Source : ministère du développement durable - 2014

Les bailleurs sociaux sont principalement des offices HLM publics, mais aussi des entreprises privées. La logique de profitabilité et l’augmentation du coût de la construction ont conduit les propriétaires de logements sociaux à pratiquer des loyers élevés, parfois prohibitifs. En vingt deux ans, l’augmentation des loyers de ces logements sociaux dépasse celle des autres logements. Entre 1989 et 2011, l’indice des loyers du parc social a progressé de 84 % selon l’Insee, soit six points de plus que l’augmentation moyenne des loyers des logements du secteur privé. Cette détérioration de l’accessibilité avait d’ailleurs été dénoncée par le comité de suivi du droit au logement (voir son rapport 2011) qui préconise de distinguer dans les statistiques du logement social ceux qui sont réellement abordables, des autres.

Indice base 100 en 1989.

Source : Insee - enquête trimestrielle loyers et charges

Graphique Données

Peut-on loger les plus modestes et maintenir la mixité sociale au sein du parc de logement social ?

Malgré la hausse des loyers dans le parc social, ces logements demeurent néanmoins moins onéreux que ceux du secteur privé. D’ailleurs, la part des ménages modestes logés dans le parc social augmente depuis 30 ans (de 17 % en 1973 à 39,8 % en 2006), tandis que la part des ménages les plus favorisés est devenue minoritaire : la part du quart le plus riche a diminué de 24 à 7,7 %. En 2006, les trois quarts des locataires du parc social appartenaient aux 50 % les plus démunis, contre 46 % en 1973.

Faute de logements ou du fait de logements inadaptés, la situation devient inextricable dans certains territoires. D’un côté, les bailleurs sociaux ne disposent pas d’assez de places pour loger les plus démunis, notamment en Ile-de-France et des dizaines de milliers de personnes vivent dans des situations très difficiles, notamment les jeunes. De l’autre, pour éviter de cristalliser les difficultés sociales, il leur faut éviter de concentrer sur un même territoire les populations les plus pauvres et garantir un minimum de mixité sociale de leur parc.

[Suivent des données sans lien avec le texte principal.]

def engine_tree(text: str, columns: Iterable[str] | None = None, table: str | None = None) -> "exp.Expression":
    """A fresh copy of the tree of `text`, refused (SqlError naming the construct) unless it is allowed.

    Allowed: one expression inside the allow-list (modeldiff.sqlguard), no
    subquery, no parameter but `:user`; with `columns`, reading only those
    columns (case-insensitively), unqualified or qualified by `table`.
    Always parsed by sqlglot (never the fast reader): the engine runs what
    sqlglot read.
    """
    from sqlglot import exp

    tree = parse(text)
    found = _tree_facts(tree)
    if found.refused:
        raise SqlError(f"{_describe(text)} uses {found.refused[0]}, which a model's SQL may not use", text)
    if found.subquery:
        raise SqlError(f"{_describe(text)} holds a subquery, which a model's SQL may not use", text)
    others = sorted(found.parameters - {USER_PARAMETER})
    if others:
        shown = "?" if others[0] == "?" else f":{others[0]}"
        raise SqlError(f"{_describe(text)} uses the parameter {shown}; the only parameter is :user", text)
    if columns is not None:
        allowed = frozenset(column.lower() for column in columns)
        bound = _lambda_bound(tree)
        for column in tree.find_all(exp.Column):
            if id(column) in bound:
                continue
            qualifier = _qualifier(column)
            name = column.name
            outside = qualifier is not None and (table is None or qualifier.lower() != table.lower())
            if outside or name.lower() not in allowed:
                shown = f"{qualifier}.{name}" if qualifier else name
                raise SqlError(f"{_describe(text)} reads {shown}, which it may not read (only its own table's "
                               "columns; in a derived measure, measures)", text)
    return tree.copy()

Une partie du déficit de logements sociaux est liée à l’absence de politique dans ce domaine de certaines communes. La loi « Solidarité pour le renouvellement urbain » (SRU), adoptée en 2000, fixait un objectif de 20 % de logements sociaux dans toutes les grandes villes, porté à 25 % en 2013 pour les plus grandes agglomérations [2]. En 2012, plus de 72 % des 980 communes soumises à cette obligation étaient en infraction, selon l’étude d’impact de la loi Duflot. Il s’agit le plus souvent de villes cossues dans la petite couronne de grandes agglomérations, comme Saint-Maur (94) ou Neuilly-sur-Seine (92) en région parisienne (voir notre article).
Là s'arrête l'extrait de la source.